====== SOURCE DATA

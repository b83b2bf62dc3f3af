"""The sheet that a kept tuning is assessed on: its gains by hand, all else as it is."""

from __future__ import annotations

from dataclasses import replace

from gainbench.errors import HandoverError
from gainbench.model import DesignMethod, Sheet


def kept_sheet(sheet: Sheet, name: str) -> Sheet:
    """A sheet with the gains of one of its kept tunings as gains by hand.

    Parameters
    ----------
    sheet : Sheet
        With a shelf.
    name : str
        The kept tuning's name.

    Returns
    -------
    Sheet
        Both loops by hand; the rig, the firmware's arithmetic and the duty stay.

    Raises
    ------
    HandoverError
        If the shelf holds no tuning of that name; the message names those it holds.
    """
    kept = next((one for one in sheet.kept if one.name.strip() == name.strip()), None)
    if kept is None:
        names = ", ".join(f'"{one.name}"' for one in sheet.kept)
        held = f"it holds {names}" if names else "it is empty"
        raise HandoverError(f'the shelf holds no tuning "{name}"; {held}')
    aims = replace(
        sheet.aims,
        current=replace(sheet.aims.current, method=DesignMethod.BY_HAND, hand=kept.current),
        speed=replace(sheet.aims.speed, method=DesignMethod.BY_HAND, hand=kept.speed),
    )
    return replace(sheet, aims=aims)
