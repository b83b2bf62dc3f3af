"""The figures that an assessment is quoted with, as short rows of words and numbers."""

from __future__ import annotations

import math
import re
from dataclasses import dataclass
from typing import TYPE_CHECKING

from gainbench.results import LoopAssessment
from gainbench.units import Dimension, show

if TYPE_CHECKING:
    from gainbench.assess import Assessment

NONE = "none"
_TIE = "\N{NO-BREAK SPACE}"
_BEFORE_UNIT = re.compile(
    r"(?<=\d) (?=(?:%|deg|dB|rpm|[kmuM]?(?:N\*m|A|V|W|J|s|Hz|ohm|H))(?![A-Za-z])|[AV] s/)"
    r"|(?<=\b[AV]) (?=s/)|(?<=\bN) (?=m\b)"
)


@dataclass(frozen=True, slots=True, kw_only=True)
class Row:
    """A figure and what it is."""

    label: str
    value: str


def loop_rows(loop: LoopAssessment) -> tuple[Row, ...]:
    """A loop's figures.

    Parameters
    ----------
    loop : LoopAssessment
        Either loop.

    Returns
    -------
    tuple of Row
        Empty where the loop has none: without gains, or unstable.
    """
    figures = loop.figures
    if figures is None or not figures.stable:
        return ()
    return (
        Row(label="crossover", value=_frequency(figures.crossover_hz)),
        Row(label="phase margin", value=_degrees(figures.phase_margin_deg)),
        Row(label="delay margin", value=_time(figures.delay_margin_s)),
        Row(label="gain margin", value=_decibels(figures.gain_margin_db)),
        Row(label="gain reduction", value=_decibels(figures.gain_reduction_db)),
        Row(label="peak sensitivity", value=_plain(figures.peak_sensitivity)),
        Row(label="bandwidth", value=_frequency(figures.bandwidth_hz)),
    )


def step_rows(assessment: Assessment) -> tuple[Row, ...]:
    """The current loop's step with the rotor locked; empty where there is none."""
    step = assessment.locked_step
    if step is None:
        return ()
    return (
        Row(label="rise 10 to 90 %, rotor locked", value=_time(step.rise_s)),
        Row(label="overshoot, rotor locked", value=_percent(step.overshoot_percent)),
    )


def response_rows(assessment: Assessment) -> tuple[Row, ...]:
    """The figures of the duty's response; empty where there is none.

    Parameters
    ----------
    assessment : Assessment
        Any.

    Returns
    -------
    tuple of Row
        A figure that the duty does not have, or that is not reached within it, reads ``none``.
    """
    if assessment.response is None:
        return ()
    figures = assessment.response.figures
    return (
        Row(label="overshoot", value=_percent(figures.overshoot_percent)),
        Row(label="rise from 10 to 90 %", value=_time(figures.rise_time_s)),
        Row(label="settling to 2 %", value=_time(figures.settling_time_s)),
        Row(label="dip under the load step", value=_speed(figures.load_dip_rad_s)),
        Row(label="recovery to 2 %", value=_time(figures.recovery_time_s)),
        Row(label="peak current", value=show(figures.peak_current_a, Dimension.CURRENT)),
        Row(label="rms current", value=show(figures.rms_current_a, Dimension.CURRENT)),
        Row(label="peak voltage", value=show(figures.peak_voltage_v, Dimension.VOLTAGE)),
        Row(label="time on the current limit", value=show(figures.current_limited_s, Dimension.TIME)),
        Row(label="time on the voltage limit", value=show(figures.voltage_limited_s, Dimension.TIME)),
        Row(label="energy given back", value=show(figures.returned_energy_j, Dimension.ENERGY)),
    )


def as_sentence(rows: tuple[Row, ...]) -> str:
    """Rows as one line of text."""
    return "; ".join(f"{row.label}: {row.value}" for row in rows)


def joined(text: str) -> str:
    """A text whose numbers and units are not torn apart where it is wrapped; :func:`apart` takes that back."""
    return _BEFORE_UNIT.sub(_TIE, text)


def apart(text: str) -> str:
    """A wrapped text with plain blanks."""
    return text.replace(_TIE, " ")


def _frequency(hertz: float | None) -> str:
    return NONE if hertz is None else show(math.tau * hertz, Dimension.FREQUENCY)


def _time(seconds: float | None) -> str:
    return NONE if seconds is None else show(seconds, Dimension.TIME)


def _speed(value: float | None) -> str:
    return NONE if value is None else show(value, Dimension.SPEED)


def _degrees(value: float | None) -> str:
    return NONE if value is None else f"{value:.2f} deg"


def _decibels(value: float | None) -> str:
    return NONE if value is None else f"{value:.2f} dB"


def _percent(value: float | None) -> str:
    return NONE if value is None else f"{value:.1f} %"


def _plain(value: float | None) -> str:
    return NONE if value is None else f"{value:.3f}"
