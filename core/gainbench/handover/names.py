"""Names in C: what a title becomes, and which prefixes are taken.

Macros must be C identifiers, must not be reserved to the language or its library, and must be told apart by their
first 31 characters, which is all that some compilers look at (C90; MISRA C:2012 rules 5.1, 5.4, 21.1, 21.2, from
memory).
"""

from __future__ import annotations

import re
import unicodedata
from collections.abc import Iterable

from gainbench.errors import HandoverError

SIGNIFICANT = 31
"""Characters by which two names must differ."""
LONGEST_PREFIX = 18
"""So that the longest pair of names that start alike still differs within ``SIGNIFICANT`` characters."""
_LONGEST_FILE = 60
_STAND_IN = "DRIVE"

_IDENTIFIER = re.compile(r"[A-Za-z][A-Za-z0-9_]*", re.ASCII)
_RESERVED = re.compile(r"_.*|E[0-9A-Z].*|(?:FE|FP|LC|ATOMIC|TIME)_.*|(?:PRI|SCN)[a-zX].*|SIG[A-Z_].*|.*__.*")
_UNIT_WORDS = (("°", "deg"), ("µ", "u"), ("\N{GREEK SMALL LETTER MU}", "u"), ("·", "*"), ("⋅", "*"))
_SPELLED_UNIT = re.compile(r"[A-Za-z*/() ]+", re.ASCII)


def is_reserved(name: str) -> bool:
    """Whether a name is kept for C or its library: a leading or a double underscore, ``E`` and a capital as in errno.h,
    and the families of fenv.h, math.h, locale.h, inttypes.h, signal.h, stdatomic.h and time.h (C99 7.26, C11 7.31).
    """
    return _RESERVED.fullmatch(name) is not None


def title_words(title: str) -> str:
    """The ASCII letters and digits of a title, joined by single underscores; accents are dropped."""
    plain = unicodedata.normalize("NFKD", title)
    ascii_only = "".join(one for one in plain if one.isascii() or not unicodedata.combining(one))
    return re.sub(r"[^A-Za-z0-9]+", "_", ascii_only).strip("_")


def header_name(title: str, *, stand_in: str = "") -> str:
    """The header's file name: the title as an identifier, and ``_gains.h``.

    Parameters
    ----------
    title : str
        Of the sheet.
    stand_in : str
        Used where the title holds no ASCII letter or digit; the sheet's file name.

    Returns
    -------
    str
        ``label_unwinder_gains.h``; the identifier is at most 60 characters.
    """
    words = (title_words(title) or title_words(stand_in) or _STAND_IN).lower()[:_LONGEST_FILE].strip("_")
    return f"{words if words[0].isalpha() else f'{_STAND_IN.lower()}_{words}'}_gains.h"


def title_prefix(title: str, *, stand_in: str = "") -> str:
    """The prefix of the macros that a title gives.

    Parameters
    ----------
    title : str
        Of the sheet.
    stand_in : str
        Used where the title holds no ASCII letter or digit.

    Returns
    -------
    str
        ``LABEL_UNWINDER``: capitals, at most ``LONGEST_PREFIX``, neither reserved nor starting with a digit.
    """
    words = (title_words(title) or title_words(stand_in) or _STAND_IN).upper()
    if not words[0].isalpha() or is_reserved(f"{words[:LONGEST_PREFIX]}_GAINS_H"):
        words = f"{_STAND_IN}_{words}"
    return words[:LONGEST_PREFIX].rstrip("_")


def checked_prefix(prefix: str) -> str:
    """A prefix that someone chose.

    Parameters
    ----------
    prefix : str
        As given, without the underscore that follows it.

    Returns
    -------
    str
        The same.

    Raises
    ------
    HandoverError
        If it is no identifier, reserved, or too long for its macros to be told apart.
    """
    shown = ascii(prefix if len(prefix) <= SIGNIFICANT else f"{prefix[:SIGNIFICANT]}...")
    if _IDENTIFIER.fullmatch(prefix) is None:
        raise HandoverError(
            f"prefix {shown}: a prefix is ASCII letters, digits and underscores, and starts with a letter "
            "(for example AXIS1)"
        )
    if prefix.endswith("_"):
        raise HandoverError(f"prefix {shown}: leave out the underscore at its end, it is added (for example AXIS1)")
    if len(prefix) > LONGEST_PREFIX:
        raise HandoverError(
            f"prefix {shown}: it has {len(prefix)} characters, with more than {LONGEST_PREFIX} the macros could not be "
            f"told apart by their first {SIGNIFICANT} (for example AXIS1)"
        )
    if is_reserved(f"{prefix}_GAINS_H"):
        raise HandoverError(
            f"prefix {shown}: names that start like this are reserved to C and its library "
            f"(for example AXIS_{prefix.strip('_')[:8]})"
        )
    return prefix


def unit_name(unit: str) -> str:
    """A unit as part of a macro's name: ``A/(rpm*s)`` gives ``A_PER_RPM_S``.

    Parameters
    ----------
    unit : str
        As a sheet spells it.

    Returns
    -------
    str
        Capitals; empty where the spelling has no plain letters for it.
    """
    for sign, word in _UNIT_WORDS:
        unit = unit.replace(sign, word)
    if _SPELLED_UNIT.fullmatch(unit) is None:
        return ""
    return re.sub(r"[^A-Z]+", "_", unit.upper().replace("/", " PER ")).strip("_")


def require_distinct(names: Iterable[str]) -> None:
    """See that names differ in their first ``SIGNIFICANT`` characters and are neither malformed nor reserved.

    Parameters
    ----------
    names : iterable of str
        All macros of a header.

    Raises
    ------
    HandoverError
        If they are not.
    """
    seen: dict[str, str] = {}
    for name in names:
        if _IDENTIFIER.fullmatch(name) is None or is_reserved(name):
            raise HandoverError(f"{name} cannot be the name of a macro: give another prefix (for example AXIS1)")
        start = name[:SIGNIFICANT]
        if start in seen:
            raise HandoverError(
                f"{seen[start]} and {name} are the same in their first {SIGNIFICANT} characters: give a shorter prefix "
                "(for example AXIS1)"
            )
        seen[start] = name
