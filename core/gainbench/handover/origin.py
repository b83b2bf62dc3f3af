"""What a firmware file says of where it came from, and how it differs from what a sheet would give."""

from __future__ import annotations

import re
from dataclasses import dataclass
from pathlib import Path

from gainbench.errors import HandoverError
from gainbench.handover.comments import code_lines, comment_text
from gainbench.handover.header import DESIGNED, Header

MAX_BYTES = 1_000_000
"""The largest file that is looked into: a header has a hundredth of it."""
_ENTRY = re.compile(r"^ \*   (Digest|Prefix|Tuning|Sheet): {1,2}(.+)$", re.MULTILINE)
_DIGEST = re.compile(r"[0-9a-f]{64}")
_DEFINE = re.compile(r"#define (\w+) (\S.*)", re.ASCII)
_KEPT = "kept, "


@dataclass(frozen=True, slots=True, kw_only=True)
class Origin:
    """The origin that a firmware file carries."""

    digest: str
    """Of the sheet it was written from."""
    prefix: str
    tuning: str
    """As the file words it."""
    sheet_name: str
    """As the file words it."""
    values: dict[str, str]
    """Each macro without the prefix, and what stands behind it."""

    @property
    def designed(self) -> bool:
        """True for gains that the sheet's aims gave, False for a kept tuning."""
        return self.tuning == DESIGNED

    def is_kept(self, name: str) -> bool:
        """Whether a kept tuning of that name is the one."""
        return self.tuning == comment_text(f"{_KEPT}{name}")


@dataclass(frozen=True, slots=True, kw_only=True)
class Difference:
    """One macro that is not the same in a file and in what a sheet gives."""

    name: str
    in_file: str | None
    """None where the file does not have it."""
    in_sheet: str | None
    """None where the sheet does not give it."""


def read_origin(path: str | Path) -> Origin:
    """Read where a firmware file came from.

    Parameters
    ----------
    path : str or Path
        A header as :func:`gainbench.handover.write_handover` writes it.

    Returns
    -------
    Origin
        What its head and its macros say.

    Raises
    ------
    HandoverError
        If it cannot be read, or does not tell its origin.
    """
    path = Path(path)
    name = path.name or str(path)
    try:
        if not path.is_file():
            what = "is not a file" if path.exists() else f"does not exist; check the path {str(path)!a}"
            raise HandoverError(f"{name}: {what}")
        with path.open("rb") as file:
            content = file.read(MAX_BYTES + 1)
    except OSError as error:
        raise HandoverError(f"{name}: cannot be read: {error.strerror or error}") from None
    except ValueError:
        raise HandoverError(f"{name!a}: this is not the name of a file") from None
    if len(content) > MAX_BYTES:
        raise HandoverError(f"{name}: has more than {MAX_BYTES} bytes; a header written by Gainbench is far smaller")
    # A version control system may have changed the line ends, an editor may have added other letters.
    text = content.decode("utf-8", errors="replace").replace("\r\n", "\n")
    found: dict[str, str] = {}
    for match in _ENTRY.finditer(text):
        found.setdefault(match[1], match[2])
    missing = [key for key in ("Digest", "Prefix", "Tuning", "Sheet") if key not in found]
    if missing or _DIGEST.fullmatch(found["Digest"]) is None:
        raise HandoverError(
            f"{name}: does not tell its origin: a header written by Gainbench has a line with its digest in its head"
        )
    start = f"{found['Prefix']}_"
    macros = (_DEFINE.fullmatch(line) for line in code_lines(text))
    return Origin(
        digest=found["Digest"],
        prefix=found["Prefix"],
        tuning=found["Tuning"],
        sheet_name=found["Sheet"],
        values={match[1].removeprefix(start): match[2] for match in macros if match is not None},
    )


def differences(origin: Origin, header: Header) -> tuple[Difference, ...]:
    """Hold a file's macros against those that a sheet gives.

    Parameters
    ----------
    origin : Origin
        Of the file.
    header : Header
        What the sheet gives.

    Returns
    -------
    tuple of Difference
        In the order of the header, then what only the file has; empty where they are the same.
    """
    names = [*header.values, *(name for name in origin.values if name not in header.values)]
    return tuple(
        Difference(name=name, in_file=origin.values.get(name), in_sheet=header.values.get(name))
        for name in names
        if origin.values.get(name) != header.values.get(name)
    )
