"""The macros of a header: everything that the assessed law used, each with unit, range and meaning."""

from __future__ import annotations

import math
from collections.abc import Iterator
from dataclasses import dataclass
from typing import TYPE_CHECKING

from gainbench.errors import HandoverError
from gainbench.firmware_form import LoopName, firmware_gains, is_si_form
from gainbench.handover.literals import count_literal, float_literal
from gainbench.handover.names import unit_name
from gainbench.model import Firmware, GainForm, IntegratorRule, MachineKind, SpeedOutput, SpeedSensor, WindupRule
from gainbench.results import Gains

if TYPE_CHECKING:
    from gainbench.assess import Assessment

_NO_UNIT = "none"
_RULES = {
    IntegratorRule.BACKWARD: "s' = s + Ki T e, then u = p + s'",
    IntegratorRule.FORWARD: "u = p + s, then s' = s + Ki T e",
    IntegratorRule.TRAPEZOID: "s' = s + Ki T (e + e_old)/2, then u = p + s', e_old being the error of the tick before",
}


@dataclass(frozen=True, slots=True, kw_only=True)
class Symbol:
    """One macro, without its prefix."""

    name: str
    """``CURRENT_KP``."""
    literal: str
    """In C, ``2.66F``."""
    unit: str
    range: str
    meaning: str


@dataclass(frozen=True, slots=True, kw_only=True)
class Group:
    """Macros that belong together."""

    title: str
    symbols: tuple[Symbol, ...]


def groups(assessment: Assessment) -> tuple[Group, ...]:
    """All macros of an assessment's header.

    Parameters
    ----------
    assessment : Assessment
        With gains in both loops.

    Returns
    -------
    tuple of Group
        In the order of the header.

    Raises
    ------
    HandoverError
        If a loop has no gains, or a value does not fit its type.
    """
    current, speed = assessment.current.gains, assessment.speed.gains
    if current is None or speed is None:
        raise HandoverError("there are no gains to write")
    found = (
        Group(title="Rates and delays", symbols=tuple(_timing(assessment))),
        Group(title="Gains, SI", symbols=tuple(_gains(assessment, current, speed))),
        Group(title="Arithmetic of both PI controllers", symbols=tuple(_law(assessment, current, speed))),
        Group(title="Limits", symbols=tuple(_limits(assessment))),
        Group(title="Speed measurement", symbols=tuple(_sensor(assessment))),
        Group(title="The same gains in the form of this firmware", symbols=tuple(_forms(assessment, current, speed))),
    )
    return tuple(group for group in found if group.symbols)


def _real(name: str, value: float, unit: str, range_: str, meaning: str) -> Symbol:
    try:
        literal = float_literal(value)
    except HandoverError as error:
        raise HandoverError(f"{name}: {error}; nothing was written") from None
    return Symbol(name=name, literal=literal, unit=unit, range=range_, meaning=meaning)


def _count(name: str, value: int, unit: str, range_: str, meaning: str) -> Symbol:
    return Symbol(name=name, literal=count_literal(value), unit=unit, range=range_, meaning=meaning)


def _timing(assessment: Assessment) -> Iterator[Symbol]:
    stage = assessment.sheet.rig.stage
    yield _real("CURRENT_RATE_HZ", stage.current_rate, "Hz", "above 0", "Rate of the current loop, 1/Ts.")
    yield _real(
        "SPEED_RATE_HZ",
        stage.speed_rate,
        "Hz",
        "above 0, divides the rate of the current loop",
        f"Rate of the speed loop, 1/Tw: every tick in {stage.speed_divisor}.",
    )
    yield _real(
        "UPDATE_DELAY_PERIODS",
        stage.update_delay,
        "current periods",
        "0 to 2",
        "From the sampling of the current to the new voltage at the terminals; the margins hold for this delay only.",
    )
    yield _count(
        "SPEED_DELAY_TICKS",
        stage.speed_delay,
        "current periods",
        "0 to below current rate over speed rate",
        "From a speed tick to the tick at which its current reference acts.",
    )


def _gains(assessment: Assessment, current: Gains, speed: Gains) -> Iterator[Symbol]:
    stage = assessment.sheet.rig.stage
    ampere = _ampere(assessment)
    yield _real(
        "CURRENT_KP",
        current.kp,
        "V/A",
        "0 or more",
        f"Proportional gain of the current loop: volts{_volt(assessment)} per ampere{ampere}.",
    )
    yield _real(
        "CURRENT_KI_TS",
        current.ki * stage.current_period,
        "V/A",
        "0 or more",
        "Ki Ts, the integral gain of the current loop times its period: what is added per tick and ampere of error.",
    )
    yield _real(
        "SPEED_KP",
        speed.kp,
        "A s/rad",
        "0 or more",
        f"Proportional gain of the speed loop: amperes{ampere} of current reference per rad/s at the motor shaft.",
    )
    yield _real(
        "SPEED_KI_TS",
        speed.ki * stage.speed_period,
        "A s/rad",
        "0 or more",
        "Ki Tw, the integral gain of the speed loop times its own period Tw, that of SPEED_RATE_HZ.",
    )
    yield _real(
        "SPEED_REFERENCE_WEIGHT",
        assessment.sheet.aims.speed.reference_weight,
        _NO_UNIT,
        "0 to 1",
        "Weight b of the reference in the proportional part of the speed loop, p = Kp (b r - y); the integral part "
        "takes the full error. The current loop has 1.",
    )


def _law(assessment: Assessment, current: Gains, speed: Gains) -> Iterator[Symbol]:
    firmware, stage, plant = assessment.sheet.aims.firmware, assessment.sheet.rig.stage, assessment.plant
    yield _count(
        f"INTEGRATOR_{_word(firmware.integrator)}",
        1,
        _NO_UNIT,
        "always 1",
        f"The integrator: {_RULES[firmware.integrator]}. Here p is the proportional part, e = r - y, T the period.",
    )
    hold = firmware.windup is WindupRule.HOLD
    yield _count(
        f"WINDUP_{_word(firmware.windup)}",
        1,
        _NO_UNIT,
        "always 1",
        "Where the clamp acts and e u is above 0, u before the clamp, the integrator keeps the value it had before."
        if hold
        else "Each tick the integrator takes s' = s' + g (u_clamped - u) as well, with the gain g below; the speed "
        "loop is not told of the voltage clamp.",
    )
    if not hold:
        for loop, gains, period in (("CURRENT", current, stage.current_period), ("SPEED", speed, stage.speed_period)):
            yield _real(
                f"{loop}_WINDUP_GAIN",
                min(1.0, period * gains.ki / gains.kp),
                _NO_UNIT,
                "0 to 1",
                f"Gain g of the back-calculation in the {loop.lower()} loop, the smaller of 1 and Ki T/Kp.",
            )
    yield _count(
        "BACK_EMF_FEEDFORWARD",
        int(firmware.back_emf_feedforward),
        _NO_UNIT,
        "0 or 1",
        "1 where back-EMF constant times measured speed is added to the output of the current loop, before its clamp.",
    )
    yield _real(
        "BACK_EMF_V_S_PER_RAD",
        plant.back_emf,
        "V s/rad",
        "above 0",
        f"Back-EMF constant Ke at the motor shaft, volts{_volt(assessment)}; used where BACK_EMF_FEEDFORWARD is 1.",
    )


def _limits(assessment: Assessment) -> Iterator[Symbol]:
    plant, stage = assessment.plant, assessment.sheet.rig.stage
    sine = plant.kind is MachineKind.PM_SINE
    yield _real(
        "CURRENT_LIMIT_A",
        plant.current_limit,
        "A",
        "above 0",
        f"The current reference is clamped to plus and minus this, amperes{_ampere(assessment)}.",
    )
    yield _real(
        "VOLTAGE_LIMIT_V",
        plant.voltage_limit,
        "V",
        "above 0",
        (
            f"Largest phase peak at the bus of {stage.bus_voltage:g} V. The q axis is clamped to the root of this "
            "squared minus (POLE_PAIRS w INDUCTANCE_H i) squared, w the measured speed, i the current sample; to 0 "
            "where there is no root."
            if sine
            else f"The voltage is clamped to plus and minus this, at the bus of {stage.bus_voltage:g} V."
        ),
    )
    if sine:
        yield _count(
            "POLE_PAIRS", plant.pole_pairs, _NO_UNIT, "1 or more", "Pole pairs, electrical over mechanical angle."
        )
        yield _real("INDUCTANCE_H", plant.inductance, "H", "above 0", "Inductance of a phase, in the voltage limit.")


def _sensor(assessment: Assessment) -> Iterator[Symbol]:
    stage = assessment.sheet.rig.stage
    if stage.speed_sensor is SpeedSensor.ENCODER and stage.encoder_counts is not None:
        yield _count(
            "ENCODER_COUNTS",
            stage.encoder_counts,
            "counts per motor turn",
            "1 or more",
            "Resolution after edge multiplication.",
        )
        yield _count(
            "SPEED_WINDOW",
            stage.speed_window,
            "speed periods",
            "1 to 1000",
            "The speed is the difference of the angle over this many speed periods, divided by their time.",
        )
    yield _real(
        "SPEED_FILTER_GAIN",
        -math.expm1(-stage.speed_period / stage.speed_filter) if stage.speed_filter > 0.0 else 1.0,
        _NO_UNIT,
        "above 0 to 1",
        "Gain g of the low-pass on the measured speed, y = y + g (raw - y) at each speed tick; 1 is no filter.",
    )


def _forms(assessment: Assessment, current: Gains, speed: Gains) -> Iterator[Symbol]:
    firmware, stage, plant = assessment.sheet.aims.firmware, assessment.sheet.rig.stage, assessment.plant
    if firmware.speed_output is SpeedOutput.TORQUE:
        yield _real(
            "TORQUE_CONSTANT_N_M_PER_A",
            plant.torque,
            "N m/A",
            "above 0",
            f"Kt at the motor shaft, per ampere{_ampere(assessment)}: current reference = torque reference / Kt.",
        )
    loops: tuple[tuple[LoopName, Gains, float], ...] = (
        ("current", current, stage.current_period),
        ("speed", speed, stage.speed_period),
    )
    for loop, gains, period in loops:
        pair = firmware_gains(loop, gains, firmware=firmware, period=period, torque_constant=plant.torque)
        for one in pair:
            if one.value is None or _is_written(loop, one.name, firmware):
                continue
            held = "_TS" if one.name == "ki" and firmware.ki_includes_period else ""
            unit = unit_name(one.unit) or f"PER_SPEED_UNIT{'_S' if one.name == 'ki' and not held else ''}"
            yield _real(
                f"{loop.upper()}_{one.name.upper()}{held}_{unit}",
                one.value,
                one.unit.replace("*", " "),
                "0 or more",
                _form_meaning(loop, one.name, held=bool(held)),
            )


def _is_written(loop: LoopName, name: str, firmware: Firmware) -> bool:
    """Whether a number of the firmware's form stands among the SI gains already."""
    plain = Firmware(gain_form=GainForm.KP_KI, speed_unit=firmware.speed_unit, speed_output=firmware.speed_output)
    if not is_si_form(loop, plain):
        return False
    return name == "kp" or (name == "ki" and firmware.ki_includes_period)


def _form_meaning(loop: LoopName, name: str, *, held: bool) -> str:
    words = {
        "kp": "Proportional gain",
        "ki": "Ki times the loop's period" if held else "Ki, without the period",
        "ti": "Integral time Ti = Kp/Ki",
        "wi": "Corner of the integral part, Ki/Kp",
    }
    return f"{words[name]} of the {loop} loop."


def _word(rule: IntegratorRule | WindupRule) -> str:
    return rule.value.upper().replace("-", "_")


def _ampere(assessment: Assessment) -> str:
    """Which ampere is meant, where more than one could be."""
    return {
        MachineKind.PM_SINE: " (peak of the phase current, q axis)",
        MachineKind.PM_BLOCK: " (of the conducting pair)",
        MachineKind.BRUSHED_DC: "",
    }[assessment.plant.kind]


def _volt(assessment: Assessment) -> str:
    """Which volt is meant, likewise."""
    return {
        MachineKind.PM_SINE: " (peak of the phase voltage, q axis)",
        MachineKind.PM_BLOCK: " (of the conducting pair)",
        MachineKind.BRUSHED_DC: "",
    }[assessment.plant.kind]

============

EXERCISE GOAL =
Could you write out, exactly as they stand, only the lines above that begin at the line with "if len(content) >" and stop after the line with "found: dict[str, str]"?

SOLUTION FOR THIS EXERCISE =
    if len(content) > MAX_BYTES:
        raise HandoverError(f"{name}: has more than {MAX_BYTES} bytes; a header written by Gainbench is far smaller")
    # A version control system may have changed the line ends, an editor may have added other letters.
    text = content.decode("utf-8", errors="replace").replace("\r\n", "\n")
    found: dict[str, str] = {}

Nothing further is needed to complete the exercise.